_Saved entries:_
*** Block opens ***
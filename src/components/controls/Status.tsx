import type { ReactNode } from 'react'

export interface StatusProps {
  /** `done` says that something is so now, `trouble` that it went wrong and what to do. */
  kind?: 'done' | 'trouble' | 'note'
  /** Null keeps the place, empty: a live region must be there before it speaks. */
  children: ReactNode
}

/** What just happened, said to the eye and to screen readers alike. */
export function Status({ kind = 'note', children }: StatusProps) {
  const silent = children === null || children === undefined || children === ''
  return (
    <div
      role={kind === 'trouble' ? 'alert' : 'status'}
      className={silent ? 'status silent' : `status ${kind}`}
      data-kind={kind}
    >
      {children}
    </div>
  )
}
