describe('leaving', () => {
  test('asks for the password, passes guides on as chosen, and forgets the person', async () => {
    const heir = site.person('member', { name: 'Hedda' })
    const coOwner = site.person('member', { name: 'Olaf' })
    const anna = await signUp()
    const { id } = (await anna.get('/api/account')).read(Account)
    addGuide('alone', id, { published: true, byline: 'Anna Holm' })
    addGuide('inherited', id)
    addGuide('shared', id)
    addGuide('sketch', id)
    site.give(heir, 'inherited', 'author')
    site.give(coOwner, 'shared', 'owner')

    const leaving = (await anna.get('/api/account/leaving')).read(Leaving)
    expect(leaving.revisions).toBe(1)
    expect(
      leaving.guides.map(({ guideId, published, owners, heirs }) => [
        guideId,
        published,
        owners,
        heirs.map(({ name }) => name),
      ]),
    ).toEqual([
      ['alone', true, [], []],
      ['inherited', false, [], ['Hedda']],
      ['shared', false, ['Olaf'], []],
      ['sketch', false, [], []],
    ])

    const choices = [
      { guideId: 'alone', to: 'former member' },
      { guideId: 'inherited', to: 'heir', userId: heir.id },
      { guideId: 'sketch', to: 'removed' },
    ]
    const wanted = { proof: PASSWORD, guides: choices, name: 'former member' }
    const unproven = await anna.post('/api/account/deletion', { ...wanted, proof: 'wrong password' })
    expect(unproven.problem().errors?.[0]).toEqual({ path: ['proof'], message: 'This is not your password.' })
    const undecided = await anna.post('/api/account/deletion', { ...wanted, guides: choices.slice(1) })
    expect(undecided.problem().errors).toEqual([
      { path: ['guides', 'alone'], message: 'Say who has this guide from now on.' },
    ])
    const published = await anna.post('/api/account/deletion', {
      ...wanted,
      guides: [{ guideId: 'alone', to: 'removed' }, ...choices.slice(1)],
    })
    expect(published.problem().errors?.[0]?.path).toEqual(['guides', 'alone'])
    const stranger = await anna.post('/api/account/deletion', {
      ...wanted,
      guides: [choices[0], { guideId: 'inherited', to: 'heir', userId: coOwner.id }, choices[2]],
    })
    expect(stranger.problem().errors?.[0]?.path).toEqual(['guides', 'inherited'])
    expect((await anna.get('/api/account')).status).toBe(200)

    expect((await anna.post('/api/account/deletion', wanted)).status).toBe(204)
    const { db } = site.ctx
    expect((await anna.get('/api/account')).status).toBe(401)
    expect(
      db
        .select()
        .from(users)
        .all()
        .some((user) => user.id === id),
    ).toBe(false)
    expect(
      db
        .select()
        .from(guides)
        .all()
        .map(({ slug, byline }) => [slug, byline]),
    ).toEqual([
      ['alone', FORMER_MEMBER],
      ['inherited', 'A workshop'],
      ['shared', 'A workshop'],
    ])
    expect(
      db
        .select()
        .from(guideMembers)
        .all()
        .map(({ guideId, userId, role }) => [guideId, userId, role])
        .sort(),
    ).toEqual([
      ['inherited', heir.id, 'author'],
      ['inherited', heir.id, 'owner'],
      ['shared', coOwner.id, 'owner'],
    ])
    expect(db.select().from(revisions).all()[0]).toMatchObject({
      publishedByName: FORMER_MEMBER,
      publishedBy: null,
    })
    expect(mailsTo(ANNA.email).map(({ subject }) => subject)).toEqual(['Your account was deleted'])
  })

  test('keeps the author’s name on revisions when that is chosen', async () => {
    const anna = await signUp()
    addGuide('alone', (await anna.get('/api/account')).read(Account).id, { published: true })
    const wanted = { proof: PASSWORD, guides: [{ guideId: 'alone', to: 'former member' }], name: 'keep' }
    expect((await anna.post('/api/account/deletion', wanted)).status).toBe(204)
    expect(site.ctx.db.select().from(revisions).all()[0]).toMatchObject({
      publishedByName: 'Anna Holm',
      publishedBy: null,
    })
  })

  test('is not for the last curator while there are others', async () => {
    const curator = await signUp()
    site.person()
    const wanted = { proof: PASSWORD, guides: [], name: 'keep' }
    expect((await curator.post('/api/account/deletion', wanted)).problem().kind).toBe('last-curator')
    site.person('curator')
    expect((await curator.post('/api/account/deletion', wanted)).status).toBe(204)
  })

  test('somebody without a password types the address', async () => {
    const person = site.person()
    const wanted = { guides: [], name: 'keep' }
    expect(
      (await site.as(person).post('/api/account/deletion', { ...wanted, proof: 'x@example.org' })).problem()
        .errors?.[0]?.path,
    ).toEqual(['proof'])
    expect(
      (await site.as(person).post('/api/account/deletion', { ...wanted, proof: person.email })).status,
    ).toBe(204)
  })
})

describe('the demo', () => {
  const mira = {
    name: 'Mira',
    email: `mira@${DEMO_DOMAIN}`,
    password: DEMO_PASSWORD,
    role: 'curator' as const,
  }

  test('lists its accounts in demo mode only', async () => {
    expect((await nobody().get('/api/demo/accounts')).json).toEqual({ accounts: [] })
    const demo = await createTestSite({ config: { demo: true } })
    try {
      await addAccount(demo.ctx, mira)
      await addAccount(demo.ctx, ANNA)
      const listed = (await demo.as(null).get('/api/demo/accounts')).read(DemoAccounts)
      expect(listed).toEqual({
        password: DEMO_PASSWORD,
        accounts: [{ name: 'Mira', email: mira.email, role: 'curator' }],
      })
      expect((await demo.as(null).post('/api/sessions', mira)).status).toBe(200)
    } finally {
      await demo.close()
    }
  })

  test('its accounts open nothing outside of demo mode, and do not count as the first', async () => {
    await addAccount(site.ctx, mira)
    expect((await signIn(mira.email, DEMO_PASSWORD)).problem().kind).toBe('wrong-password')
    expect((await (await signUp()).get('/api/account')).read(Account).role).toBe('curator')
  })

  test('makes nobody a curator who only signs up', async () => {
    const demo = await createTestSite({ config: { demo: true } })
    try {
      await demo.as(null).post('/api/accounts', ANNA)
      const [mail] = demo.ctx.db.select().from(mails).all()
      const token = /token=(\S+)/.exec(mail!.text)![1]
      await demo.as(null).post('/api/accounts/confirmed', { token })
      expect(demo.ctx.db.select().from(users).all()).toMatchObject([{ emailVerified: true, role: 'member' }])
    } finally {
      await demo.close()
    }
  })
})
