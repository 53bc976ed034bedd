import type { ReactNode } from 'react'

/** A ruled section of a page of forms: its name in the margin, the form in the text, and beside it what one should know. */
export function FormSection({
  title,
  side,
  wide = false,
  children,
}: {
  title: string
  side?: ReactNode
  /** Takes the side column too: for a table. */
  wide?: boolean
  children: ReactNode
}) {
  return (
    <section className="form-section row">
      <div className="margin">
        <h2 className="t1">{title}</h2>
      </div>
      <div className={wide ? 'wide stack' : 'text stack'}>{children}</div>
      {side !== undefined && !wide && <div className="side aft note">{side}</div>}
    </section>
  )
}
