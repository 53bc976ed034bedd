import { useId, type ComponentPropsWithRef } from 'react'
import { Field, describedBy, isWrong, type FieldParts } from './Field'

export interface SelectOption {
  value: string
  label: string
  disabled?: boolean
}

export interface SelectProps
  extends
    FieldParts,
    Omit<ComponentPropsWithRef<'select'>, 'children' | 'aria-describedby' | 'aria-invalid'> {
  options: readonly SelectOption[]
}

/** One of a few. The browser's own list: it is the best one there is on a phone. For many to search through take Combobox. */
export function Select({
  label,
  description,
  error,
  optional,
  hideLabel,
  options,
  id: given,
  className,
  ...select
}: SelectProps) {
  const made = useId()
  const id = given ?? made
  const parts = { label, description, error, optional, hideLabel }
  return (
    <Field id={id} {...parts}>
      <div className={['input sel', isWrong(error) && 'err', className].filter(Boolean).join(' ')}>
        <select {...select} {...describedBy(id, parts)}>
          {options.map((option) => (
            <option key={option.value} value={option.value} disabled={option.disabled}>
              {option.label}
            </option>
          ))}
        </select>
      </div>
    </Field>
  )
}
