import type { ReactNode } from 'react'
import { useTranslation } from 'react-i18next'

/** What every field has round its control. */
export interface FieldParts {
  label: ReactNode
  /** A sentence under the label: what is wanted, in which form. */
  description?: ReactNode
  /** What is wrong and what to do. Present means that the field is wrong. */
  error?: string
  /** Says behind the label that it may stay empty. */
  optional?: boolean
  /** The label is read out and not drawn: only where the place says plainly what the field is, as in a ledger's cell. */
  hideLabel?: boolean
}

/** Label, description, control and error, tied together by ids so that a screen reader reads them as one. */
export function Field({
  id,
  label,
  description,
  error,
  optional,
  hideLabel,
  children,
}: FieldParts & { id: string; children: ReactNode }) {
  return (
    <div className="field">
      <FieldLabel htmlFor={id} optional={optional} hide={hideLabel}>
        {label}
      </FieldLabel>
      {description !== undefined && (
        <p className="note" id={`${id}-description`}>
          {description}
        </p>
      )}
      {children}
      <FieldError id={id} error={error} />
    </div>
  )
}

function FieldLabel(props: { htmlFor: string; optional?: boolean; hide?: boolean; children: ReactNode }) {
  const { t } = useTranslation('controls')
  return (
    <label htmlFor={props.htmlFor} className={props.hide === true ? 'visually-hidden' : undefined}>
      {props.children}
      {props.optional === true && <span className="font-normal"> {t('optional')}</span>}
    </label>
  )
}

export function FieldError({ id, error }: { id: string; error?: string }) {
  if (error === undefined || error === '') return null
  return (
    <p className="field-error" id={`${id}-error`}>
      {error}
    </p>
  )
}

/** The attributes that tie a control to its field. */
export function describedBy(id: string, { description, error }: FieldParts) {
  const ids = [description !== undefined && `${id}-description`, isWrong(error) && `${id}-error`].filter(
    (part) => part !== false,
  )
  return {
    id,
    'aria-describedby': ids.length > 0 ? ids.join(' ') : undefined,
    'aria-invalid': isWrong(error) ? (true as const) : undefined,
  }
}

export const isWrong = (error: string | undefined): boolean => error !== undefined && error !== ''
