import type { ReactNode } from 'react'

/** Nothing here yet: one sentence that says what to do next, with the button for it. */
export function EmptyState({ children, action }: { children: ReactNode; action?: ReactNode }) {
  return (
    <div className="empty">
      <p className="t1">{children}</p>
      {action !== undefined && <div className="actions mt-4 justify-center">{action}</div>}
    </div>
  )
}
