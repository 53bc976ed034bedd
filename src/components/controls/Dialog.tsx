import type { ReactNode } from 'react'
import { Dialog as AriaDialog, Heading, Modal, ModalOverlay } from 'react-aria-components'
import { useTranslation } from 'react-i18next'
import { Button } from './Button'

export interface DialogProps {
  title: string
  open: boolean
  /** Escape, the close button, or a press beside it (unless `urgent`). */
  onClose: () => void
  children: ReactNode
  /** A question that wants an answer: a press beside it does not close it. */
  urgent?: boolean
  /** Room for a table or a picture. */
  wide?: boolean
}

/** Something to do before going on. Focus goes in, stays in, and comes back to where it was. */
export function Dialog({ title, open, onClose, children, urgent = false, wide = false }: DialogProps) {
  const { t } = useTranslation('controls')
  return (
    <ModalOverlay
      className="dialog-ground"
      isOpen={open}
      onOpenChange={(now) => !now && onClose()}
      isDismissable={!urgent}
    >
      <Modal className={wide ? 'dialog wide' : 'dialog'}>
        <AriaDialog className="dialog-sheet" role={urgent ? 'alertdialog' : 'dialog'}>
          <div className="dialog-head">
            <Heading slot="title" level={2} className="t2">
              {title}
            </Heading>
            {!urgent && (
              <Button kind="quiet" onClick={onClose}>
                {t('close')}
              </Button>
            )}
          </div>
          {children}
        </AriaDialog>
      </Modal>
    </ModalOverlay>
  )
}
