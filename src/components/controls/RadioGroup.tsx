import { useId, type ComponentPropsWithRef, type ReactNode } from 'react'
import { FieldError, describedBy, isWrong, type FieldParts } from './Field'

export interface RadioOption {
  value: string
  label: ReactNode
  description?: ReactNode
  disabled?: boolean
}

export interface RadioGroupProps
  extends
    Omit<FieldParts, 'optional'>,
    Omit<
      ComponentPropsWithRef<'input'>,
      'children' | 'type' | 'value' | 'aria-describedby' | 'aria-invalid'
    > {
  options: readonly RadioOption[]
  /** The one that is chosen; leave it out for `register` of react-hook-form, which reads the inputs themselves. */
  value?: string
}

/** One of a few, all in view, each with a sentence where it needs one. Arrow keys move between them. */
export function RadioGroup({
  label,
  description,
  error,
  hideLabel,
  options,
  value,
  id: given,
  name,
  ...input
}: RadioGroupProps) {
  const made = useId()
  const id = given ?? made
  return (
    <fieldset
      className="field"
      {...describedBy(id, { label, description, error })}
      aria-invalid={undefined}
      data-wrong={isWrong(error) || undefined}
    >
      <legend className={hideLabel === true ? 'visually-hidden' : 'label'}>{label}</legend>
      {description !== undefined && (
        <p className="note" id={`${id}-description`}>
          {description}
        </p>
      )}
      {options.map((option) => (
        <RadioChoice
          key={option.value}
          id={`${id}-${option.value}`}
          option={option}
          input={{
            name: name ?? id,
            ...input,
            ...(value !== undefined && { checked: value === option.value }),
          }}
        />
      ))}
      <FieldError id={id} error={error} />
    </fieldset>
  )
}

function RadioChoice(props: { id: string; option: RadioOption; input: ComponentPropsWithRef<'input'> }) {
  const { id, option } = props
  return (
    <div className="choice">
      <input
        {...props.input}
        type="radio"
        value={option.value}
        disabled={option.disabled ?? props.input.disabled}
        {...describedBy(id, { label: '', description: option.description })}
      />
      <div>
        <label htmlFor={id}>{option.label}</label>
        {option.description !== undefined && (
          <p className="note" id={`${id}-description`}>
            {option.description}
          </p>
        )}
      </div>
    </div>
  )
}
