import { useId, type ComponentPropsWithRef } from 'react'
import { FieldError, describedBy, type FieldParts } from './Field'

export type CheckboxProps = Omit<FieldParts, 'optional'> &
  Omit<ComponentPropsWithRef<'input'>, 'children' | 'type' | 'aria-describedby' | 'aria-invalid'>

/** One thing that is so or not. The label says what is so when it is ticked. */
export function Checkbox({ label, description, error, hideLabel, id: given, ...input }: CheckboxProps) {
  const made = useId()
  const id = given ?? made
  return (
    <div className="field">
      <div className="choice">
        <input type="checkbox" {...input} {...describedBy(id, { label, description, error })} />
        <div>
          <label htmlFor={id} className={hideLabel === true ? 'visually-hidden' : undefined}>
            {label}
          </label>
          {description !== undefined && (
            <p className="note" id={`${id}-description`}>
              {description}
            </p>
          )}
        </div>
      </div>
      <FieldError id={id} error={error} />
    </div>
  )
}
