/** "Wood screws 12x4. Make sure …" → name and the rest. */
function splitName(text: string): { name: string; specification: string } {
  const sentence = /^(.{3,}?[^\d\s])[.;]\s+(.*)$/su.exec(text)
  if (sentence !== null)
    return { name: sentence[1]!.slice(0, 300), specification: sentence[2]!.slice(0, 4000) }
  return text.length <= 120
    ? { name: text, specification: '' }
    : { name: `${text.slice(0, 118)} …`, specification: text }
}

const added = (a: string, b: string): string => String(Math.round((Number(a) + Number(b)) * 1e6) / 1e6)

const stemOf = (path: string): string =>
  (path.split('/').at(-1) ?? path).replace(/\.[^.]*$/, '').replace(/[_-]+/g, ' ')

/** Text that a document can hold: whole characters, of at most so many letters. */
const clean = (text: string, most: number): string =>
  text
    .slice(0, most)
    .replace(/\p{Surrogate}/gu, '\uFFFD')
    .replace(/\0/g, '')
*** Block closes ***
_What you have to do:_
Your answer must be a single number: the count of lines in the records that include "publishedByName".

_Result:_
2